AI Mock Interview Behavioural Recognition Analyst
Dr.Reshmi B
Dept Of Cse
Ahalia School Of Engineering And Technology
Palakkad
reshmi.b@ahalia.ac.in
Alent Eldho
Dept Of CSE
Ahalia School Of Engineering And Technology
Palakkad
alenteldho123@gmail.com
Dr.Gunasekaran Subramanian
Dept Of CSE
ahalia school of engineering and technology
palakkad
Glorin Jose
Dept Of CSE
Ahalia School Of Engineering And Technology
Palakkad
glorinjose605@gmail.com
Rohit S
Dept Of CSE
Ahalia School Of Engineering And Technology
Palakkad
rohits@gmail.com
Abstract : This proposes a comprehensive framework that integrates a emotion detection , facial recognition, and AI-driven mock interview analysis based on the deep learning techniques. The system utilizes Semantic-Emotion Neural Networks (SENN) to understand emotions from text-based data, YOLO and ArcFace for accurate facial recognition, and a combination of Convolutional Neural Networks (CNN) and Natural Language Processing (NLP) to analyze interview answers.
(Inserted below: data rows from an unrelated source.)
"""The one place for JIT options of every relaxtui kernel.

``cache=True`` keeps compiled machine code on disk between processes,
``nogil=True`` lets a user-interface thread run while a kernel sweeps, and
fastmath stays off so results are reproducible bit for bit.

Helpers that a kernel calls once per row segment are declared with
``@kernel(inline=True)``: numba then inlines them into the caller's IR, which
keeps their loops vectorisable (a plain call would pass every array as a
struct of fields and stop LLVM from seeing through it).
"""

import os
import types

# numba's OpenMP threading layer makes idle threads spin between parallel
# regions by default. A sweep has one or two short regions, and on a small or
# shared machine the spinning threads steal the cores the working ones need:
# measured here with the 2 cores busy, a red-black solve of the electrodes
# demo took 3.0 s spinning against 0.09 s with passive waiting. Passive waits
# cost a few microseconds per region on an idle machine. Set before numba
# starts its threads; a user's own setting wins.
os.environ.setdefault("OMP_WAIT_POLICY", "PASSIVE")

import sys  # noqa: E402
import threading  # noqa: E402


class _HiddenScipy:
    """A meta-path finder that makes scipy unimportable for one thread, while numba starts up.

    numba imports scipy twice as it starts: ``import scipy`` for a version check when ``numba`` is
    imported, and ``scipy.linalg.cython_blas`` when its array-math registry loads (before the
    first kernel is compiled or loaded from the cache), only to learn that BLAS is there. No
    relaxtui kernel calls BLAS, and those imports took 0.11-0.19 s of every solve (measured with
    ``python -X importtime`` and a profile of a 2047² multigrid solve, load about 2). Hidden
    from numba's start-up, scipy is imported later by whoever needs it (numba's own ``np.dot``
    and friends import it when they are compiled); other threads never see it hidden.
    """

    def __init__(self):
        self.thread = threading.get_ident()

    def find_spec(self, name, path=None, target=None):
        if (name == "scipy" or name.startswith("scipy.")) and threading.get_ident() == self.thread:
            raise ModuleNotFoundError(f"No module named {name!r} (hidden while numba starts)", name=name)
        return None


def _start_numba() -> None:
    """Import numba and load its typing and lowering registries with scipy hidden (see
    :class:`_HiddenScipy`); the work is the same a first kernel call does, done here once."""
    hide = None if "scipy.linalg" in sys.modules else _HiddenScipy()  # already paid for: nothing to hide
    fresh = "numba.np.arraymath" not in sys.modules
    if hide is not None:
        sys.meta_path.insert(0, hide)
    try:
        import numba  # noqa: F401
        from numba.core.registry import cpu_target

        cpu_target.target_context.refresh()
    finally:
        if hide is not None:
            sys.meta_path.remove(hide)
    if hide is not None and fresh:
        # numba found no BLAS while scipy was hidden; with scipy installed it has one, and its
        # inner-product helpers (np.cov, np.corrcoef, ...) should use it as they would have:
        # np.dot imports scipy itself when such a function is compiled.
        import importlib.util

        from numba.np import arraymath

        arraymath._HAVE_BLAS = importlib.util.find_spec("scipy") is not None


_start_numba()

from numba import njit  # noqa: E402
from numba.core.cpu import ParallelOptions  # noqa: E402

JIT_OPTIONS = dict(cache=True, nogil=True, fastmath=False)

# numba fuses consecutive ``prange`` loops of the same range into one unless told not to. Our
# parallel kernels rely on the end of one loop being a barrier: a sweep's second loop updates the
# rows at block edges only once every block has done its interior (red-black SOR, the coarse
# multigrid smoother). Fused, block b's edge rows ran while block b + 1 was still at its interior,
# and the four-colour smoother gave different fields for 1 and 3 row blocks (measured: 0.04 on a
# 150 x 200 level from a field of order 1). Fusion is off for every kernel. An options object, not a
# dict: numba pops the keys of a dict it is given, so a shared dict (or a per-kernel one, at the
# kernel's second compile, for another type) would turn fusion back on.
PARALLEL_OPTIONS = ParallelOptions({"fusion": False})


def kernel(fn=None, *, parallel=False, inline=False):
    """Decorate a kernel with the project's JIT options (compiled on first call)."""

    def wrap(f):
        return njit(parallel=PARALLEL_OPTIONS if parallel else False, inline="always" if inline else "never", **JIT_OPTIONS)(f)

    return wrap(fn) if fn is not None else wrap


def serial_twin(parallel_kernel):
    """The one-thread build of a ``parallel=True`` kernel, compiled from the same Python source.

    ``prange`` runs as ``range``; the copy carries its own qualified name, so
    numba's disk cache (keyed by name and byte code, not by the parallel flag)
    keeps the two builds apart. Under ``NUMBA_DISABLE_JIT`` both are the
    plain Python function.
    """
    f = getattr(parallel_kernel, "py_func", parallel_kernel)
    g = types.FunctionType(f.__code__, f.__globals__, f.__name__ + "_one_thread", f.__defaults__, f.__closure__)
    g.__qualname__ = f.__qualname__ + "_one_thread"
    g.__module__ = f.__module__
    g.__doc__ = f.__doc__
    return njit(parallel=False, inline="never", **JIT_OPTIONS)(g)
Through the incorporation of these advanced models, the presented system attains improved accuracy and real-time performance in various applications.
To measure its efficiency, the system was subjected to a benchmark data tests, displaying more accurate and better performance in relation to state-of-the-art algorithms. The paper also presents an in-depth look at multimodal deep learning methodology in augmenting human behaviour’s recognition and measurement in the online space.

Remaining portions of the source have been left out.